■ Your goal: Using the exact wording, repeat every line of the material.
-- -- --
"""How dates are written, found out from the data: only where they leave no doubt."""

from __future__ import annotations

from datetime import date, datetime
from typing import Any

import pyarrow as pa
import pytest
from hypothesis import given
from hypothesis import strategies as st

from lineproof.intake.date_order import DateOrder, date_format
from lineproof.intake.values import check_date_format
from lineproof.problems import KnownProblem

READING: dict[str, Any] = {"label": "returns.csv", "columns": {"date": "day"}, "missing": ["NA"]}
HEAD = "The raw data cannot be used; nothing was written.\n  returns.csv, column day: "
FORMS = [
    *("%Y-%m-%d", "%Y/%m/%d", "%Y.%m.%d", "%Y%m%d", "%d%b%Y", "%d-%b-%Y", "%d %b %Y", "%d %B %Y"),
    *("%Y-%m-%d %H:%M:%S", "%Y-%m-%dT%H:%M:%S"),
    *("%b %d %Y", "%b %d, %Y", "%B %d, %Y"),
    *("%Y%m", "%Y-%m", "%Y/%m", "%m/%Y", "%m-%Y", "%m.%Y", "%b %Y", "%b-%Y"),
]
EITHER = ["%d/%m/%Y", "%m/%d/%Y", "%d.%m.%Y", "%m-%d-%Y"]
DATES = st.dates(date(1800, 1, 1), date(2200, 12, 31))


def refused(*texts: str) -> str:
    with pytest.raises(KnownProblem) as caught:
        date_format(texts, READING)
    return str(caught.value).removeprefix(HEAD)


@pytest.mark.fault(10)
@pytest.mark.parametrize("form", FORMS)
@given(st.lists(DATES, min_size=1))
def test_clear_forms_are_found(form: str, dates: list[date]) -> None:
    texts = [f"{datetime(d.year, d.month, d.day):{form}}" for d in dates]
    found = date_format(texts, READING)
    check_date_format({**READING, "dates": found})
    read = [datetime.strptime(text, found) for text in texts]
    assert read == [datetime.strptime(text, form) for text in texts]


@pytest.mark.parametrize("form", EITHER)
@given(st.lists(DATES, min_size=1, unique=True))
def test_the_order_of_day_and_month_is_decided_by_a_day_above_12_only(
    form: str, dates: list[date]
) -> None:
    texts = [f"{d:{form}}" for d in dates]
    if any(d.day > 12 for d in dates):
        assert date_format(texts, READING) == form
    else:
        assert "the order of its dates is ambiguous" in refused(*texts)


@pytest.mark.fault(9)
def test_an_ambiguous_order_stops() -> None:
    assert refused("03/04/2001", "04/05/2001", "01/01/2001", "NA", "") == (
        "the order of its dates is ambiguous: 03/04/2001 could be 3 April or 4 March 2001\n"
        '    → set dates: "%d/%m/%Y" or dates: "%m/%d/%Y"'
    )
    assert refused("03.03.2001").startswith(
        "the order of its dates is ambiguous: 03.03.2001 does not say which is the day\n"
    )


@pytest.mark.fault(9)
def test_an_order_that_contradicts_itself_stops() -> None:
    assert refused("31/01/2001", "01/31/2001", "01/02/2001") == (
        "its dates contradict one another: 31/01/2001 has the day first, 01/31/2001 the month\n"
        '    → set dates: "%d/%m/%Y" or dates: "%m/%d/%Y", and the other rows are set aside'
    )


@pytest.mark.fault(9)
@pytest.mark.parametrize(
    "texts", [("31/01/01", "28/02/01"), ("01-01-31",), ("310101", "280299"), ("1/86", "11/86")]
)
def test_two_digit_years_are_refused(texts: tuple[str, ...]) -> None:
    first = min(texts)
    assert refused(*texts) == (
        f"its years have two digits, as in {first}, which leaves the century open\n"
        "    → write years with four digits, or set dates: with %y"
    )


def test_what_has_no_form_is_shown() -> None:
    assert refused("2001-01-31", "31/01/2001", "Q1 2001") == (
        "its dates have no one form, as in '2001-01-31', '31/01/2001', 'Q1 2001'\n"
        "    → set dates:, as in %Y-%m-%d"
    )
    assert refused("NA", "").startswith("no row has a date\n")


@pytest.mark.parametrize("texts", [("1", "17", "9"), ("1989", "1990", "2001"), ("1", "254", "40")])
def test_numbers_that_are_no_dates(texts: tuple[str, ...]) -> None:
    """Days or years alone, and numbers of rows."""
    first, *_, last = sorted(texts)
    assert refused(*texts) == (
        f"it holds numbers that are no dates, as {first} and {last}\n"
        "    → name the column of the dates; of a date in parts make one column, as in 2000-01-31"
    )


def test_a_few_rows_that_do_not_fit_are_left_to_be_set_aside() -> None:
    texts = [f"2001-{m:02d}-28" for m in range(1, 13)]
    assert date_format([*texts, "2001-13-45", "never", "31/01/2001"], READING) == "%Y-%m-%d"


def test_days_above_31_decide_nothing() -> None:
    texts = [f"{d:02d}/{m:02d}/2001" for d in range(1, 13) for m in range(1, 13)]
    assert "ambiguous" in refused(*texts, "45/01/2001", "01/45/2001")


def test_texts_are_collected_over_blocks() -> None:
    one, other = DateOrder(), DateOrder()
    one.add(pa.array(["01/02/2001", "", None, "01/02/2001"]))
    other.add(pa.chunked_array([["13/02/2001"], ["01/03/2001"]]))
    one.merge(other)
    assert one.texts == {"01/02/2001", "13/02/2001", "01/03/2001"}
    assert one.found(READING) == "%d/%m/%Y"


@pytest.mark.fault(10)
@pytest.mark.parametrize("kind", [pa.int64(), pa.int32(), pa.float64()])
def test_whole_numbers_are_dates_and_never_counts_of_nanoseconds(kind: pa.DataType) -> None:
    order = DateOrder()
    order.add(pa.array([20010131, None, 20010228], pa.int64()).cast(kind))
    assert order.found(READING) == "%Y%m%d"


def test_typed_dates_need_no_format() -> None:
    for typed in (pa.array([date(2001, 3, 4)]), pa.array([datetime(2001, 3, 4)])):
        order = DateOrder()
        order.add(typed)
        assert order.found(READING) is None


def test_a_column_that_holds_no_dates_does_not_fill_the_memory() -> None:
    order = DateOrder()
    for first in range(0, 600_000, 100_000):
        order.add(pa.array([f"id{i}" for i in range(first, first + 100_000)]))
    assert len(order.texts) <= 300_001
    with pytest.raises(KnownProblem, match="more than 200,000 different values"):
        order.found(READING)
-- -- --
■ Your response:
"""How dates are written, found out from the data: only where they leave no doubt."""

from __future__ import annotations

from datetime import date, datetime
from typing import Any

import pyarrow as pa
import pytest
from hypothesis import given
from hypothesis import strategies as st

from lineproof.intake.date_order import DateOrder, date_format
from lineproof.intake.values import check_date_format
from lineproof.problems import KnownProblem

READING: dict[str, Any] = {"label": "returns.csv", "columns": {"date": "day"}, "missing": ["NA"]}
HEAD = "The raw data cannot be used; nothing was written.\n  returns.csv, column day: "
FORMS = [
    *("%Y-%m-%d", "%Y/%m/%d", "%Y.%m.%d", "%Y%m%d", "%d%b%Y", "%d-%b-%Y", "%d %b %Y", "%d %B %Y"),
    *("%Y-%m-%d %H:%M:%S", "%Y-%m-%dT%H:%M:%S"),
    *("%b %d %Y", "%b %d, %Y", "%B %d, %Y"),
    *("%Y%m", "%Y-%m", "%Y/%m", "%m/%Y", "%m-%Y", "%m.%Y", "%b %Y", "%b-%Y"),
]
EITHER = ["%d/%m/%Y", "%m/%d/%Y", "%d.%m.%Y", "%m-%d-%Y"]
DATES = st.dates(date(1800, 1, 1), date(2200, 12, 31))


def refused(*texts: str) -> str:
    with pytest.raises(KnownProblem) as caught:
        date_format(texts, READING)
    return str(caught.value).removeprefix(HEAD)


@pytest.mark.fault(10)
@pytest.mark.parametrize("form", FORMS)
@given(st.lists(DATES, min_size=1))
def test_clear_forms_are_found(form: str, dates: list[date]) -> None:
    texts = [f"{datetime(d.year, d.month, d.day):{form}}" for d in dates]
    found = date_format(texts, READING)
    check_date_format({**READING, "dates": found})
    read = [datetime.strptime(text, found) for text in texts]
    assert read == [datetime.strptime(text, form) for text in texts]


@pytest.mark.parametrize("form", EITHER)
@given(st.lists(DATES, min_size=1, unique=True))
def test_the_order_of_day_and_month_is_decided_by_a_day_above_12_only(
    form: str, dates: list[date]
) -> None:
    texts = [f"{d:{form}}" for d in dates]
    if any(d.day > 12 for d in dates):
        assert date_format(texts, READING) == form
    else:
        assert "the order of its dates is ambiguous" in refused(*texts)


@pytest.mark.fault(9)
def test_an_ambiguous_order_stops() -> None:
    assert refused("03/04/2001", "04/05/2001", "01/01/2001", "NA", "") == (
        "the order of its dates is ambiguous: 03/04/2001 could be 3 April or 4 March 2001\n"
        '    → set dates: "%d/%m/%Y" or dates: "%m/%d/%Y"'
    )
    assert refused("03.03.2001").startswith(
        "the order of its dates is ambiguous: 03.03.2001 does not say which is the day\n"
    )


@pytest.mark.fault(9)
def test_an_order_that_contradicts_itself_stops() -> None:
    assert refused("31/01/2001", "01/31/2001", "01/02/2001") == (
        "its dates contradict one another: 31/01/2001 has the day first, 01/31/2001 the month\n"
        '    → set dates: "%d/%m/%Y" or dates: "%m/%d/%Y", and the other rows are set aside'
    )


@pytest.mark.fault(9)
@pytest.mark.parametrize(
    "texts", [("31/01/01", "28/02/01"), ("01-01-31",), ("310101", "280299"), ("1/86", "11/86")]
)
def test_two_digit_years_are_refused(texts: tuple[str, ...]) -> None:
    first = min(texts)
    assert refused(*texts) == (
        f"its years have two digits, as in {first}, which leaves the century open\n"
        "    → write years with four digits, or set dates: with %y"
    )


def test_what_has_no_form_is_shown() -> None:
    assert refused("2001-01-31", "31/01/2001", "Q1 2001") == (
        "its dates have no one form, as in '2001-01-31', '31/01/2001', 'Q1 2001'\n"
        "    → set dates:, as in %Y-%m-%d"
    )
    assert refused("NA", "").startswith("no row has a date\n")


@pytest.mark.parametrize("texts", [("1", "17", "9"), ("1989", "1990", "2001"), ("1", "254", "40")])
def test_numbers_that_are_no_dates(texts: tuple[str, ...]) -> None:
    """Days or years alone, and numbers of rows."""
    first, *_, last = sorted(texts)
    assert refused(*texts) == (
        f"it holds numbers that are no dates, as {first} and {last}\n"
        "    → name the column of the dates; of a date in parts make one column, as in 2000-01-31"
    )


def test_a_few_rows_that_do_not_fit_are_left_to_be_set_aside() -> None:
    texts = [f"2001-{m:02d}-28" for m in range(1, 13)]
    assert date_format([*texts, "2001-13-45", "never", "31/01/2001"], READING) == "%Y-%m-%d"


def test_days_above_31_decide_nothing() -> None:
    texts = [f"{d:02d}/{m:02d}/2001" for d in range(1, 13) for m in range(1, 13)]
    assert "ambiguous" in refused(*texts, "45/01/2001", "01/45/2001")


def test_texts_are_collected_over_blocks() -> None:
    one, other = DateOrder(), DateOrder()
    one.add(pa.array(["01/02/2001", "", None, "01/02/2001"]))
    other.add(pa.chunked_array([["13/02/2001"], ["01/03/2001"]]))
    one.merge(other)
    assert one.texts == {"01/02/2001", "13/02/2001", "01/03/2001"}
    assert one.found(READING) == "%d/%m/%Y"


@pytest.mark.fault(10)
@pytest.mark.parametrize("kind", [pa.int64(), pa.int32(), pa.float64()])
def test_whole_numbers_are_dates_and_never_counts_of_nanoseconds(kind: pa.DataType) -> None:
    order = DateOrder()
    order.add(pa.array([20010131, None, 20010228], pa.int64()).cast(kind))
    assert order.found(READING) == "%Y%m%d"


def test_typed_dates_need_no_format() -> None:
    for typed in (pa.array([date(2001, 3, 4)]), pa.array([datetime(2001, 3, 4)])):
        order = DateOrder()
        order.add(typed)
        assert order.found(READING) is None


def test_a_column_that_holds_no_dates_does_not_fill_the_memory() -> None:
    order = DateOrder()
    for first in range(0, 600_000, 100_000):
        order.add(pa.array([f"id{i}" for i in range(first, first + 100_000)]))
    assert len(order.texts) <= 300_001
    with pytest.raises(KnownProblem, match="more than 200,000 different values"):
        order.found(READING)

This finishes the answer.